Read through the records below and copy each line that uses the word "variance".

Data to process Start Marker

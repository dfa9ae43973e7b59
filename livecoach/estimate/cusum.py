"""Two-sided CUSUM change detector (Page 1954, Biometrika 41:100-115).

On normalised residuals z_t (zero mean, unit variance while nothing
changes): g+_t = max(0, g+_{t-1} + z_t - k), g-_t = max(0, g-_{t-1} - z_t - k);
an alarm when either exceeds h. The change is estimated to have started just
after the statistic last left zero (the maximum-likelihood change point of
the CUSUM, e.g. Basseville & Nikiforov 1993, "Detection of Abrupt Changes",
sec. 2.2). Inputs are clipped to +-``clip`` so a single wild window cannot
raise an alarm alone.
"""

from __future__ import annotations

from dataclasses import dataclass


@dataclass(frozen=True, slots=True)
class CusumAlarm:
    """An alarm: ``sign`` +1 (residuals went up: more drag) or -1; ``start_t_s``
    the estimated start of the change; ``n`` steps since then."""

    sign: int
    start_t_s: float
    n: int


class Cusum:
    """Two-sided CUSUM with reference value ``k`` and threshold ``h`` (in sd units)."""

    def __init__(self, k: float = 0.5, h: float = 8.0, clip: float = 4.0) -> None:
        self.k = k
        self.h = h
        self.clip = clip
        self.reset()

    def reset(self) -> None:
        self.g_pos = 0.0
        self.g_neg = 0.0
        self.start_pos: float | None = None
        self.start_neg: float | None = None
        self.n_pos = 0
        self.n_neg = 0

    def update(self, z: float, t_start_s: float) -> CusumAlarm | None:
        """Feed one normalised residual; ``t_start_s`` is when its window began."""
        z = max(-self.clip, min(self.clip, z))
        g = self.g_pos + z - self.k
        if g <= 0.0:
            self.g_pos, self.start_pos, self.n_pos = 0.0, None, 0
        else:
            if self.g_pos == 0.0:
                self.start_pos = t_start_s
            self.g_pos = g
            self.n_pos += 1
        g = self.g_neg - z - self.k
        if g <= 0.0:
            self.g_neg, self.start_neg, self.n_neg = 0.0, None, 0
        else:
            if self.g_neg == 0.0:
                self.start_neg = t_start_s
            self.g_neg = g
            self.n_neg += 1
        if self.g_pos > self.h:
            alarm = CusumAlarm(+1, self.start_pos if self.start_pos is not None else t_start_s, self.n_pos)
            self.reset()
            return alarm
        if self.g_neg > self.h:
            alarm = CusumAlarm(-1, self.start_neg if self.start_neg is not None else t_start_s, self.n_neg)
            self.reset()
            return alarm
        return None
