class WheelTrack(PointTrack):
    """Wheel-sensor points and the clock mapping (see the module docstring)."""

    kind = "wheel"

    def __init__(self, circumference_m: float, max_accel_mps2: float, half_span_s: float = 1.5) -> None:
        super().__init__()
        self.circumference_m = circumference_m
        self.max_accel_mps2 = max_accel_mps2
        self.half_span_s = half_span_s
        self.source: str | None = None
        self._revs0: int | None = None
        self._d_origin_m = 0.0
        self._last_revs: int | None = None
        self._last_event_s: float | None = None
        self._last_rx_s: float | None = None
        self._offset_s: float | None = None
        self._bad_run = 0
        self._pending: list[tuple[float, int, float]] = []  # rejected run: (rx s, revs, event s)
        self.last_new_point_rx_s: float | None = None
        #: Receive time of the last notification that was usable (a new point, or "no new
        #: event"), s: rejected notifications say nothing about the wheel.
        self.last_ok_rx_s: float | None = None
        self.resyncs = 0

    @property
    def in_break(self) -> bool:
        """Rejected samples since the last accepted one: the wheel is not to be trusted now."""
        return self._bad_run > 0

    def feed(self, t_s: float, revolutions: int, event_time_s: float) -> str | None:
        """Take one wheel sample. Returns a rejection reason, or None if accepted.

        ``t_s``: receive time (s); ``revolutions``: cumulative count;
        ``event_time_s``: the sensor's time of the last event (s, unwrapped).
        """
        if not (math.isfinite(t_s) and math.isfinite(event_time_s)):
            return "wheel_nonfinite"
        # Clock offset: lower envelope of receive time - event time.
        lag = t_s - event_time_s
        if self._offset_s is None or self._last_rx_s is None:
            self._offset_s = lag
        else:
            self._offset_s = min(self._offset_s + CLOCK_DRIFT_ALLOWANCE * max(0.0, t_s - self._last_rx_s), lag)
        self._last_rx_s = t_s
        self.t_offset_s = self._offset_s
        if self._revs0 is None:
            self._start(revolutions, event_time_s, t_s)
            self.last_ok_rx_s = t_s
            return None
        d_revs = revolutions - self._last_revs  # type: ignore[operator]
        d_evt = event_time_s - self._last_event_s  # type: ignore[operator]
        if d_revs == 0 and d_evt == 0.0:
            if not self._bad_run:
                self.last_ok_rx_s = t_s
            return None  # no new event: stopped or slow
        if self._pending and self._pending[-1][1:] == (revolutions, event_time_s):
            return None  # the rejected sample again (a repeated notification)
        reason = None
        if d_revs < 0:
            reason = "wheel_counter_backwards"
        elif d_evt <= 0.0:
            reason = "wheel_time_backwards"
        elif d_revs == 0:
            reason = "wheel_inconsistent"
        else:
            v_new = d_revs * self.circumference_m / d_evt
            if v_new > 60.0:
                reason = "wheel_implausible_speed"
            elif len(self.ts) >= 2:
                dt_prev = self.ts[-1] - self.ts[-2]
                v_prev = (self.ds[-1] - self.ds[-2]) / dt_prev
                dt_mid = 0.5 * (dt_prev + d_evt)
                if abs(v_new - v_prev) > self.max_accel_mps2 * dt_mid + 0.5:
                    reason = "wheel_implausible_jump"
        if reason is not None:
            self._bad_run += 1
            self._pending.append((t_s, revolutions, event_time_s))
            if self._confirmed_restart():
                return None
            if self._bad_run >= RESYNC_AFTER:
                # Several in a row, not consistent among themselves either: restart
                # from the newest, the distance carried over at the last speed.
                first = self._pending[-1]
                self._restart_at(first, self._bridge_m(first[0], None, t_s_based=True), True)
                return reason + "_resync"
            return reason
        self._bad_run = 0
        self._pending.clear()
        self._append(t_s, revolutions, event_time_s)
        return None

    def _append(self, t_s: float, revolutions: int, event_time_s: float) -> None:
        self._last_revs = revolutions
        self._last_event_s = event_time_s
        self.ts.append(event_time_s)
        self.ds.append(self._d_origin_m + (revolutions - self._revs0) * self.circumference_m)
        self._note_point(t_s)

    def _note_point(self, t_s: float) -> None:
        self.last_new_point_rx_s = t_s
        self.last_ok_rx_s = t_s

    def _speed(self, a: tuple[float, int, float], b: tuple[float, int, float]) -> float | None:
        """Speed between two samples (rx s, revs, event s), m/s; None if not a plausible interval."""
        d_revs, d_evt = b[1] - a[1], b[2] - a[2]
        if d_revs <= 0 or d_evt <= 0.0:
            return None
        v = d_revs * self.circumference_m / d_evt
        return v if v <= 60.0 else None

    def _last_speed(self) -> float | None:
        if len(self.ts) < 2:
            return None
        dt = self.ts[-1] - self.ts[-2]
        return (self.ds[-1] - self.ds[-2]) / dt if dt > 0.0 else None

    def _confirmed_restart(self) -> bool:
        """The last two rejected samples make a plausible interval whose speed fits the
        speed before the break: the interval into the break was the bad one (a sensor
        restart counts only the revolutions since it). Restart the track at the first
        of the two, its distance carried over the break."""
        if len(self._pending) < 2 or not self.ds:
            return False
        a, b = self._pending[-2], self._pending[-1]
        v_new = self._speed(a, b)
        v_old = self._last_speed()
        if v_new is None or v_old is None or self.last_new_point_rx_s is None:
            return False
        elapsed = b[0] - self.last_new_point_rx_s
        if abs(v_new - v_old) > self.max_accel_mps2 * elapsed + 0.5:
            return False
        # The sensor clock is continuous over the break when its gap matches the receive-clock gap.
        clock_ok = abs((a[2] - self._last_event_s) - (a[0] - self.last_new_point_rx_s)) <= CLOCK_BREAK_S
        self._restart_at(a, self._bridge_m(a[0], v_new, t_s_based=not clock_ok, evt_s=a[2]),
                         not clock_ok)
        self._append(*b)
        return True

    def _bridge_m(self, rx_s: float, v_new: float | None, *, t_s_based: bool,
                  evt_s: float | None = None) -> float:
        """Distance over a break up to a sample (receive time ``rx_s``, event time ``evt_s``):
        the trapezoid of the speeds before and after it (the last speed when the one after is
        unknown) over the sensor-clock gap, or the receive-clock gap when the sensor clock broke."""
        v_old = self._last_speed() or 0.0
        v_new = v_old if v_new is None else v_new
        if t_s_based or evt_s is None:
            last_rx = self.last_new_point_rx_s if self.last_new_point_rx_s is not None else rx_s
            gap = rx_s - last_rx
        else:
            gap = evt_s - self._last_event_s  # type: ignore[operator]
        return self.ds[-1] + 0.5 * (v_old + v_new) * max(gap, 0.0)

    def _restart_at(self, sample: tuple[float, int, float], d_origin_m: float, clock_broke: bool) -> None:
        rx_s, revolutions, event_time_s = sample
        if clock_broke:
            # A new sensor clock: map it afresh (lower envelope from this sample on).
            k = self._pending.index(sample) if sample in self._pending else len(self._pending)
            lags = [p[0] - p[2] for p in self._pending[k:]] or [rx_s - event_time_s]
            self._offset_s = min(lags)
            self.t_offset_s = self._offset_s
        self.reset()
        self._bad_run = 0
        self._pending.clear()
        self.resyncs += 1
        self._start(revolutions, event_time_s, rx_s, d_origin_m)

    def _start(self, revolutions: int, event_time_s: float, t_s: float, d_origin_m: float = 0.0) -> None:
        self._revs0 = revolutions
        self._d_origin_m = d_origin_m
        self._last_revs = revolutions
        self._last_event_s = event_time_s
        self.ts.append(event_time_s)
        self.ds.append(d_origin_m)
        self._note_point(t_s)

    def node(self, i: int) -> tuple[float, float, float] | None:
        """(speed m/s, its variance (m/s)^2, acceleration m/s^2) at point ``i``
        from a quadratic fit of distance over +-half_span_s (None: too few points)."""
        t0 = self.ts[i - self.base]
        lo, hi = self.span(t0, self.half_span_s, self.base)
        f = quadratic_fit(self.ts, self.ds, lo, hi, t0)
        if f is None:
            return None
        v = f.c1
        var_v = (abs(v) * EVENT_TIME_SD_S) ** 2 * max(f.inv[1][1], 0.0)
        return v, var_v, 2.0 * f.c2

    def ready(self, i: int) -> bool:
        """Enough points after ``i`` for a centred fit."""
        return self.ts[-1] >= self.ts[i - self.base] + self.half_span_s

    def recent_fit(self, span_s: float = 2.0) -> LocalFit | None:
        """One-sided quadratic over the last ``span_s`` of points, at the last point."""
        if len(self.ts) < 2:
            return None
        t_last = self.ts[-1]
        lo = len(self.ts) - 1
        while lo > 0 and self.ts[lo - 1] >= t_last - span_s:
            lo -= 1
        lo = min(lo, len(self.ts) - 2)
        return quadratic_fit(self.ts, self.ds, lo, len(self.ts), t_last)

Data to process End Marker

Solution to this exercise:
On normalised residuals z_t (zero mean, unit variance while nothing
        """(speed m/s, its variance (m/s)^2, acceleration m/s^2) at point ``i``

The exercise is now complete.